class Publisher:
    """Drains a :class:`~streamcond.io.spool.Spool` to an MQTT broker (see module docstring).

    ``run(stop)`` connects, reconnects with exponential backoff (``min_backoff_s`` doubling up
    to ``max_backoff_s``, so a backlog starts draining within about ``max_backoff_s`` of the
    broker coming back) and publishes until ``stop`` is set. ``notify()`` wakes it after new
    items were put into the spool. ``shutdown(timeout_s)`` drains what the broker accepts
    within the timeout, publishes the retained ``offline`` status and disconnects cleanly.
    """

    def __init__(
        self,
        cfg: Mqtt,
        prefix: str,
        spool: Spool,
        *,
        window: int = 64,
        connect_timeout_s: float = 5.0,
        publish_timeout_s: float | None = None,
        min_backoff_s: float = 0.1,
        max_backoff_s: float = 2.0,
    ) -> None:
        if window < 1:
            raise ValueError("window must be at least 1")
        if not (0 < min_backoff_s <= max_backoff_s):
            raise ValueError("need 0 < min_backoff_s <= max_backoff_s")
        self.cfg = cfg
        self.prefix = _check_prefix(prefix)
        self.spool = spool
        self.window = int(window)
        self.connect_timeout_s = float(connect_timeout_s)
        # A PUBACK overdue by two keepalive periods means the connection is dead even if the
        # socket has not said so; paho's keepalive ping would close it by then anyway.
        self.publish_timeout_s = (
            float(publish_timeout_s) if publish_timeout_s is not None else 2.0 * cfg.keepalive_s
        )
        self.min_backoff_s = float(min_backoff_s)
        self.max_backoff_s = float(max_backoff_s)
        self.client_id = cfg.client_id or default_client_id(self.prefix)
        self.status_topic = f"{self.prefix}/status"
        self.counters = PublisherCounters()
        self._wake = asyncio.Event()
        self._closing = asyncio.Event()  # shutdown() asked for the final drain
        self._deadline: float | None = None
        self._run_task: asyncio.Task[Any] | None = None
        self._run_done = asyncio.Event()
        self._quiet_failures = False  # log repeated connect failures at DEBUG only

    # -- public API ---------------------------------------------------------------------------

    def notify(self) -> None:
        """New items are in the spool (call after each ``put_many``); cheap, never blocks."""
        self._wake.set()

    @property
    def published(self) -> int:
        return self.counters.published

    @property
    def acked(self) -> int:
        return self.counters.acked

    @property
    def reconnects(self) -> int:
        return self.counters.reconnects

    @property
    def last_error(self) -> str | None:
        return self.counters.last_error

    async def run(self, stop: asyncio.Event) -> None:
        """Publish until ``stop`` is set (or, after :meth:`shutdown`, until drained/timed out)."""
        loop = asyncio.get_running_loop()
        self._run_task = asyncio.current_task()
        self._run_done.clear()
        backoff = self.min_backoff_s
        try:
            while not self._finished(stop, loop):
                connected_before = self.counters.connects
                try:
                    await self._session(stop)
                    return  # a session ends without error only when stopping
                except (aiomqtt.MqttError, OSError, ValueError, SpoolError) as e:
                    # a cancellation that met a timeout inside the client can surface as an
                    # error: a task being cancelled must end, not reconnect
                    _raise_if_cancelled(e)
                    # SpoolError too: the daemon goes on, and nothing is acknowledged that
                    # was not sent, so retrying later is safe.
                    self._record_error(e, lost=self.counters.connects > connected_before)
                if self.counters.connects > connected_before:
                    backoff = self.min_backoff_s  # the broker was there: retry soon
                if self._finished(stop, loop):
                    return
                await self._sleep_or_stop(backoff, stop, loop)
                backoff = min(backoff * 2.0, self.max_backoff_s)
        finally:
            self.counters.connected = False
            self._run_task = None
            self._run_done.set()

    async def shutdown(self, timeout_s: float) -> None:
        """Drain as far as the broker allows within ``timeout_s``, publish ``offline``, disconnect.

        If :meth:`run` is active it does the final drain itself (and keeps retrying the
        connection until the deadline); otherwise a single connection is made for it. Items
        not acknowledged by then stay in the spool for the next start.
        """
        loop = asyncio.get_running_loop()
        self._deadline = loop.time() + max(0.0, float(timeout_s))
        self._closing.set()
        self._wake.set()
        if self._run_task is not None and not self._run_task.done():
            task = self._run_task
            try:
                # A little grace beyond the deadline for the offline status and DISCONNECT.
                await asyncio.wait_for(self._run_done.wait(), timeout_s + 2.0)
            except asyncio.TimeoutError:
                log.warning("MQTT publisher did not stop within %.1f s; cancelling it", timeout_s)
                task.cancel()
                with contextlib.suppress(asyncio.CancelledError, Exception):
                    await task
            return
        never = asyncio.Event()
        while not self._finished(never, loop):
            try:
                await asyncio.wait_for(self._session(never), self._remaining(loop) + 2.0)
                return
            except (aiomqtt.MqttError, OSError, ValueError, SpoolError, asyncio.TimeoutError) as e:
                self._record_error(e, lost=False)
            await self._sleep_or_stop(self.min_backoff_s, never, loop)

    # -- internals ----------------------------------------------------------------------------

    def _remaining(self, loop: asyncio.AbstractEventLoop) -> float:
        if self._deadline is None:
            return math.inf
        return max(0.0, self._deadline - loop.time())

    def _finished(self, stop: asyncio.Event, loop: asyncio.AbstractEventLoop) -> bool:
        if self._closing.is_set():
            return self._remaining(loop) <= 0.0
        return stop.is_set()

    def _record_error(self, e: BaseException, *, lost: bool) -> None:
        msg = f"{type(e).__name__}: {e}" if str(e) else type(e).__name__
        previous = self.counters.last_error
        self.counters.last_error = msg
        self.counters.connected = False
        where = f"{self.cfg.host}:{self.cfg.port}"
        if lost:
            self.counters.connection_losses += 1
            log.warning("MQTT connection to %s lost (%s); reconnecting", where, msg)
            self._quiet_failures = False
        else:
            self.counters.connect_failures += 1
            # The first failure of a series, and any failure for a new reason, at WARNING;
            # the same failure every max_backoff_s while the broker is away at DEBUG.
            repeated = self._quiet_failures and msg == previous
            level = logging.DEBUG if repeated else logging.WARNING
            log.log(level, "MQTT connection to %s failed (%s); retrying", where, msg)
            self._quiet_failures = True

    async def _sleep_or_stop(
        self, delay: float, stop: asyncio.Event, loop: asyncio.AbstractEventLoop
    ) -> None:
        delay = min(delay, self._remaining(loop))
        if self._closing.is_set():
            # Final drain: keep retrying at this pace until the deadline, whatever `stop` says
            # (waiting on the events, both already set, would not wait at all).
            await asyncio.sleep(delay)
            return
        waiters = [asyncio.ensure_future(stop.wait()), asyncio.ensure_future(self._closing.wait())]
        try:
            await asyncio.wait(waiters, timeout=delay, return_when=asyncio.FIRST_COMPLETED)
        finally:
            for w in waiters:
                w.cancel()

    async def _make_client(self) -> aiomqtt.Client:
        cfg = self.cfg
        password = None
        if cfg.password_file is not None:
            password = await asyncio.to_thread(read_password, cfg.password_file)
        tls = await asyncio.to_thread(_tls_context, cfg)
        client = aiomqtt.Client(
            cfg.host,
            cfg.port,
            username=cfg.username,
            password=password,
            identifier=self.client_id,
            logger=logging.getLogger(__name__ + ".client"),
            will=aiomqtt.Will(self.status_topic, STATUS_OFFLINE, qos=STATUS_QOS, retain=True),
            clean_session=True,
            timeout=self.connect_timeout_s,
            keepalive=cfg.keepalive_s,
            max_inflight_messages=self.window,
            tls_context=tls,
        )
        # aiomqtt warns above this many pending calls; a full window is normal here.
        client.pending_calls_threshold = self.window + 2
        return client

    async def _session(self, stop: asyncio.Event) -> None:
        """One connection: online status, drain, and (when stopping) offline status."""
        loop = asyncio.get_running_loop()
        client = await self._make_client()
        sess = _Session()
        watcher: asyncio.Task[None] | None = None
        try:
            async with client:
                self.counters.connects += 1
                if self.counters.connects > 1:
                    self.counters.reconnects += 1
                self.counters.connected = True
                self._quiet_failures = False
                log.info(
                    "MQTT connected to %s:%s as %s", self.cfg.host, self.cfg.port, self.client_id
                )
                watcher = asyncio.ensure_future(self._watch_disconnect(client))
                try:
                    await self._publish_status(client, STATUS_ONLINE, self.publish_timeout_s)
                    _raise_if_cancelled()
                    await self._pump(client, sess, watcher, stop, loop)
                except asyncio.CancelledError:
                    # Cancelled from outside: still tell subscribers we are gone (a graceful
                    # DISCONNECT follows, which makes the broker discard the last will).
                    with contextlib.suppress(BaseException):
                        await self._publish_status(client, STATUS_OFFLINE, 0.5)
                    raise
                await self._publish_status(
                    client, STATUS_OFFLINE, max(0.5, min(2.0, self._remaining(loop)))
                )
                log.info("MQTT published offline status; disconnecting")
        finally:
            self.counters.connected = False
            for f in sess.inflight:
                f.task.cancel()
            if watcher is not None:
                watcher.cancel()
            await asyncio.gather(
                *(f.task for f in sess.inflight),
                *((watcher,) if watcher is not None else ()),
                return_exceptions=True,
            )

    async def _publish_status(self, client: aiomqtt.Client, payload: bytes, timeout: float) -> None:
        await client.publish(
            self.status_topic, payload, qos=STATUS_QOS, retain=True, timeout=timeout
        )

    @staticmethod
    async def _watch_disconnect(client: aiomqtt.Client) -> None:
        # Nothing is subscribed, so this only ends by raising MqttError on disconnection.
        async for _ in client.messages:
            pass

    async def _publish_item(self, client: aiomqtt.Client, item: Any) -> None:
        await client.publish(
            item.topic,
            item.payload,
            qos=item.qos,
            retain=item.retain,
            timeout=self.publish_timeout_s,
        )

    async def _pump(
        self,
        client: aiomqtt.Client,
        sess: _Session,
        watcher: asyncio.Task[None],
        stop: asyncio.Event,
        loop: asyncio.AbstractEventLoop,
    ) -> None:
        """Keep up to ``window`` messages in flight; ack the completed prefix; until stopping."""
        inflight = sess.inflight
        last_sent = 0  # a fresh session re-sends everything not yet acknowledged
        stop_waiter = asyncio.ensure_future(stop.wait())
        closing_waiter = asyncio.ensure_future(self._closing.wait())
        wake_waiter: asyncio.Future[Any] | None = None
        maybe_more = True  # the spool may hold items not yet read (skip needless reads)
        try:
            while True:
                _raise_if_cancelled()
                closing = self._closing.is_set()
                if stop.is_set() and not closing:
                    return  # plain stop: no further drain, un-acked items stay spooled
                if closing and self._remaining(loop) <= 0.0:
                    return
                if not inflight:
                    # Nothing outstanding: all that is in the spool is unsent. Reading from the
                    # start also copes with a spool that reuses ids once it has emptied.
                    last_sent = 0
                room = self.window - len(inflight)
                if room > 0 and (maybe_more or self._wake.is_set()):
                    self._wake.clear()
                    items = await asyncio.to_thread(self.spool.peek, room, last_sent)
                    maybe_more = len(items) == room  # a full page: there may be more behind it
                    for it in items:
                        # Created in id order, so the PUBLISH packets go out in id order.
                        task = loop.create_task(self._publish_item(client, it))
                        inflight.append(_InFlight(it, task))
                        self.counters.published += 1
                        last_sent = it.id
                if not inflight and closing:
                    return  # drained
                waits: list[asyncio.Future[Any]] = [watcher]
                if not closing:  # (once closing, both are done and would make this spin)
                    waits += [stop_waiter, closing_waiter]
                waits.extend(f.task for f in inflight)
                if len(inflight) < self.window:
                    if wake_waiter is None or wake_waiter.done():
                        wake_waiter = asyncio.ensure_future(self._wake.wait())
                    waits.append(wake_waiter)
                timeout = self._remaining(loop) if closing else None
                await asyncio.wait(waits, timeout=timeout, return_when=asyncio.FIRST_COMPLETED)
                if watcher.done():
                    watcher.result()  # raises the disconnection error
                    raise aiomqtt.MqttError("disconnected")
                done_ids: list[int] = []
                while inflight and inflight[0].task.done():
                    f = inflight.popleft()
                    f.task.result()  # a failed publish ends the session; the item is re-sent
                    done_ids.append(f.item.id)
                if done_ids:
                    await asyncio.to_thread(self.spool.ack, done_ids)
                    self.counters.acked += len(done_ids)
                else:
                    # A later message may have failed while the head is still waiting: no
                    # point waiting out the head's timeout on a connection that is broken.
                    for f in inflight:
                        if f.task.done() and not f.task.cancelled() and f.task.exception():
                            f.task.result()
        finally:
            for w in (stop_waiter, closing_waiter, wake_waiter):
                if w is not None:
                    w.cancel()
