Scanning upward (at the longer lengths down to two segments, so that a short window still
reaches segments long compared with a coloured noise's correlation time), the first of these
decides:

1. v itself has stopped growing (``|v(m₂) - v(m₁)| < 10 % of v(m₂)``), and did not rise by more
   than 30 % over the octave before (a noise on its way to σ² rises ever more slowly, so a flat
   step right after a steep one is a fluctuation): σ̂² = R(m₁, m₂). White noise gets here at
   the first pair, whatever the signal does on longer time scales.
2. The extrapolation has converged (two consecutive R within 3 %): σ̂² = the later R.
3. The relative changes of R, after shrinking below 50 % (noise regime, the 1/(m - p) law
   taking hold), grow again — at least doubling and beyond 15 %, as smaller wobbles are the
   spread of a noise with a long correlation tail: the signal's own movement is leaking into
   the longer segments; σ̂² = the R before the growth (the flattest point), trusted only if it
   adds at most 60 % to the v measured there.
4. Out of record: the last R (trusted only if its last change was under 10 %).

Shortest first, because longer segments let more of the signal's curvature and more steps in.
The signal must move slowly compared with the noise: over a segment of a few tens of noise
correlation times it must look like a cubic (measured: Butterworth noise at fs/100 under a sine
of ten times its σ is estimated within 3 % down to a 1 s sine period). No method of this kind
can separate a noise whose spectrum reaches down to the signal's own time scale.

**Steps first.** Sharp steps — pulses, square waves, switching, a motor's start — are taken out
before the segments are fitted (:func:`_destep`): a first difference far off the median of its
neighbours is a step, its height is pooled with every other step of the same transition (the
levels of a pulse train recur), and the record minus those steps keeps the noise whole across
them, so that even a pulse train stepping every 4 samples under a noise correlated over 17 is
measured right. Steps smaller than 10 robust sigmas of the differences are left to the votes.

**Heavy tails.** The spike limit follows the standard deviation of the residuals it keeps
(a fixed point of limit = 6·rms), not only their MAD, so a Student-t noise keeps most of its
tails (its σ̂ is its standard deviation, about 0.9 of it at 3 degrees of freedom) while
one-sample spikes of 10σ and more are still weighted out.

**When the answer is not to be trusted** (``reliable = False`` and a reason): the scan ran out
of record before settling, or a few long segments decided a coloured noise's σ̂ (fewer than
four at the chosen length while v grew by more than 60 % from the shortest length) — "the
window is too short for the noise's correlation time"; or v leapt between two lengths, up to
one past the chosen one (:func:`_leap`) — "the signal moves on the noise's own time scale".
The figures are still returned (the best the window allows), and every caller must read the
flag: the adaptive band keeps its last reliable width, the stats say so.

**ν0 from the same residual, without the separation distorting it.** For a sampled Gaussian
sequence the probability of an up-crossing of the mean between two samples is the bivariate
normal orthant probability ``P(x_k < 0 < x_{k+1}) = arccos(ρ₁)/2π`` (Sheppard's formula,
``P(X > 0, Y > 0) = 1/4 + arcsin(ρ)/2π``, W. F. Sheppard 1899 — citation from memory), so

    ν0 = fs · arccos(ρ₁) / 2π,    ρ₁ = 1 - σ_Δ² / (2σ̂²),

with σ_Δ = 1.4826·median|Δr|, pooled over the kept sample pairs of the kept segments of the
longer scale of the chosen pair. This is the rate a sampled comparator actually sees (white
noise: ρ₁ = 0, ν0 = fs/4), and for densely sampled noise (``arccos(1 - ε) ≈ √(2ε)``) it becomes
Rice's ``ν0 = (1/2π)·sqrt(Var(ẋ)/σ²) = sqrt(∫f²S(f)df / ∫S(f)df)``, which is ``B/√3`` for noise
flat up to B Hz. The separation does not distort it: the fit removes only the noise's lowest
frequencies (about p/2 cycles per segment), which carry a fraction ≈ c/(m - p) of its variance —
restored to σ̂ by the extrapolation — and practically none of its derivative's variance, so σ_Δ
from the residual is the noise's own (from the raw signal it would include the signal's slope).
Dividing by the *uncorrected* residual variance instead of σ̂² would overstate ν0 for coloured
noise.

The MAD constant is ``1/Φ⁻¹(3/4) = 1.482602...``: for Gaussian data the median of
``|x - median|`` is ``σ·Φ⁻¹(3/4)``.

Streaming
---------
:class:`NoiseTracker` keeps the last ``window_n`` samples and, on a schedule of the global
sample count (never of block boundaries), evaluates :func:`estimate_noise` on exactly that
window. Each estimate is thus a function of the window's samples alone, which makes the tracker
chunk-invariant bit for bit (all arithmetic is elementwise numpy or numpy reductions of fixed
order; no BLAS/LAPACK call sees the data). The whole window is recomputed only every
``update_every`` samples; between updates a sample costs an amortised O(1) copy.
"""

from __future__ import annotations

import copy as _copy
import functools
import logging
import math
from dataclasses import dataclass
from typing import Any, NamedTuple

import numpy as np
from numpy.typing import ArrayLike, NDArray

__all__ = [
    "MAD_TO_SIGMA",
    "MIN_SAMPLES",
    "NoiseEstimate",
    "NoiseTracker",
    "NoiseUpdates",
    "estimate_noise",
]

logger = logging.getLogger(__name__)

#: 1/Φ⁻¹(3/4): σ = MAD_TO_SIGMA · MAD for Gaussian data (Φ⁻¹ the standard normal quantile).
MAD_TO_SIGMA: float = 1.482602218505602

#: Parameters of the local fit: a cubic (see the module docstring for why not lower or higher:
#: a quadratic follows a sine over a shorter span, so it needs shorter segments and removes
#: more of a coloured noise; a quartic follows steps too well for them to be voted out).
_P = 4
#: Shortest segment; leaves 12 degrees of freedom per segment with a cubic.
_M_MIN = 16
#: Fewest segments at any length, so that the votes across segments mean something.
_K_MIN = 8
#: Fewest segments at the longer lengths of the scan (a short window needs long segments
#: for a coloured noise, and few of them fit).
_K_LONG = 2
#: Fewest segments for the votes across segments to be taken.
_K_VOTE = 4
#: Fewest samples :func:`estimate_noise` accepts (one length, _K_MIN segments of _M_MIN).
MIN_SAMPLES: int = _M_MIN * _K_MIN
#: A sample whose residual exceeds this many pilot sigmas is a spike (weight 0).
_SPIKE_Z = 5.0
#: The spike limit in standard deviations of the kept residual (heavy tails), and its cap in
#: multiples of the MAD-based limit.
_TAIL_Z = 6.0
_TAIL_CAP = 3.0
#: At most this many rounds of spike flagging and refitting.
_REFITS = 4
#: Segments whose log-variance lies this many robust sigmas from the median are dropped.
_SEGMENT_Z = 4.0
#: Segments whose step statistic exceeds this multiple of its median are dropped.
_STEP_FACTOR = 6.0
#: Relative change of v between adjacent lengths that counts as "v has stopped growing".
_PLATEAU = 0.10
#: A renewed growth of the extrapolation's changes counts as the signal leaking in when the
#: change at least doubles and exceeds 15 % (smaller wobbles are the spread of a noise with
#: a long correlation tail, whose v keeps creeping up over many octaves).
_REGROW = 2.0
_RTOL_LEAK = 0.15
#: Out of record with the last change of the extrapolation below this: nearly converged.
_OUT_RTOL = 0.10
#: Growth of v over the octave before that still allows a plateau.
_STEADY = 1.3
#: Relative change between consecutive extrapolations that counts as "converged".
_RTOL = 0.03
#: Below this relative change of the extrapolation the noise regime has been reached, and a
#: renewed growth means the signal leaks in.
_CONVERGING = 0.5
#: Fewest segments at the chosen length for an answer called reliable (with fewer, one
#: segment's share of a coloured noise decides: a spread the votes cannot check).
_K_RELIABLE = 4
#: A "flattest point" answer is trusted when it adds at most this factor to the measured v.
_FLAT_GAIN = 1.6
#: An implausible jump of v between adjacent lengths (see _leap).
_LEAP = 8.0
_LEAP_SHARE = 0.6
#: A first difference standing this many robust sigmas off its local median is a step
#: candidate (steps smaller than this are left to the segment votes).
_STEP_Z = 10.0
#: Records whose largest magnitude exceeds this (or lies below its inverse) are scaled by a power
#: of two first: squares of 2^±400 and their sums over any window stay far inside the normal
#: doubles (2^-1022 to about 2^1024).
_BIG = 2.0**400
#: Two step heights agree (the same transition of a multi-level signal) when they differ by
#: less than this many robust sigmas of the local height error.
_HEIGHT_Z = 5.0


@dataclass(frozen=True)
class _Steps:
    """Sharp steps found in a record and taken out of it."""

    n: int  # steps removed
    pooled: float  # median number of steps whose height each step's estimate pools
    min_gap: int  # fewest samples between two consecutive steps (n if fewer than two)


def _neighbour_median(d: NDArray[np.float64]) -> NDArray[np.float64]:
    """Median of each sample's four neighbours (two each side, itself left out; edges: the
    nearest full neighbourhood). Leaving the sample out keeps d_i - median from being exactly
    0 whenever d is locally monotone (a smooth noise), which would make its MAD 0."""
    if d.size < 5:
        return np.full(d.size, float(np.median(d)) if d.size else 0.0)
    a, b, c, e = d[:-4], d[1:-3], d[3:-1], d[4:]
    # median of four = (sum - max - min)/2, elementwise (no sort)
    hi = np.maximum(np.maximum(a, b), np.maximum(c, e))
    lo = np.minimum(np.minimum(a, b), np.minimum(c, e))
    med = 0.5 * (((a + b) + (c + e)) - hi - lo)
    return np.concatenate((np.full(2, med[0]), med, np.full(2, med[-1])))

============================================================

INSTRUCTIONS FOR THE TASK: Reproduce verbatim the lines above, from the line with "publish_timeout_s: float |" through the line with "# A PUBACK overdue".

RESPONSE TO THIS TASK:
        publish_timeout_s: float | None = None,
        min_backoff_s: float = 0.1,
        max_backoff_s: float = 2.0,
    ) -> None:
        if window < 1:
            raise ValueError("window must be at least 1")
        if not (0 < min_backoff_s <= max_backoff_s):
            raise ValueError("need 0 < min_backoff_s <= max_backoff_s")
        self.cfg = cfg
        self.prefix = _check_prefix(prefix)
        self.spool = spool
        self.window = int(window)
        self.connect_timeout_s = float(connect_timeout_s)
        # A PUBACK overdue by two keepalive periods means the connection is dead even if the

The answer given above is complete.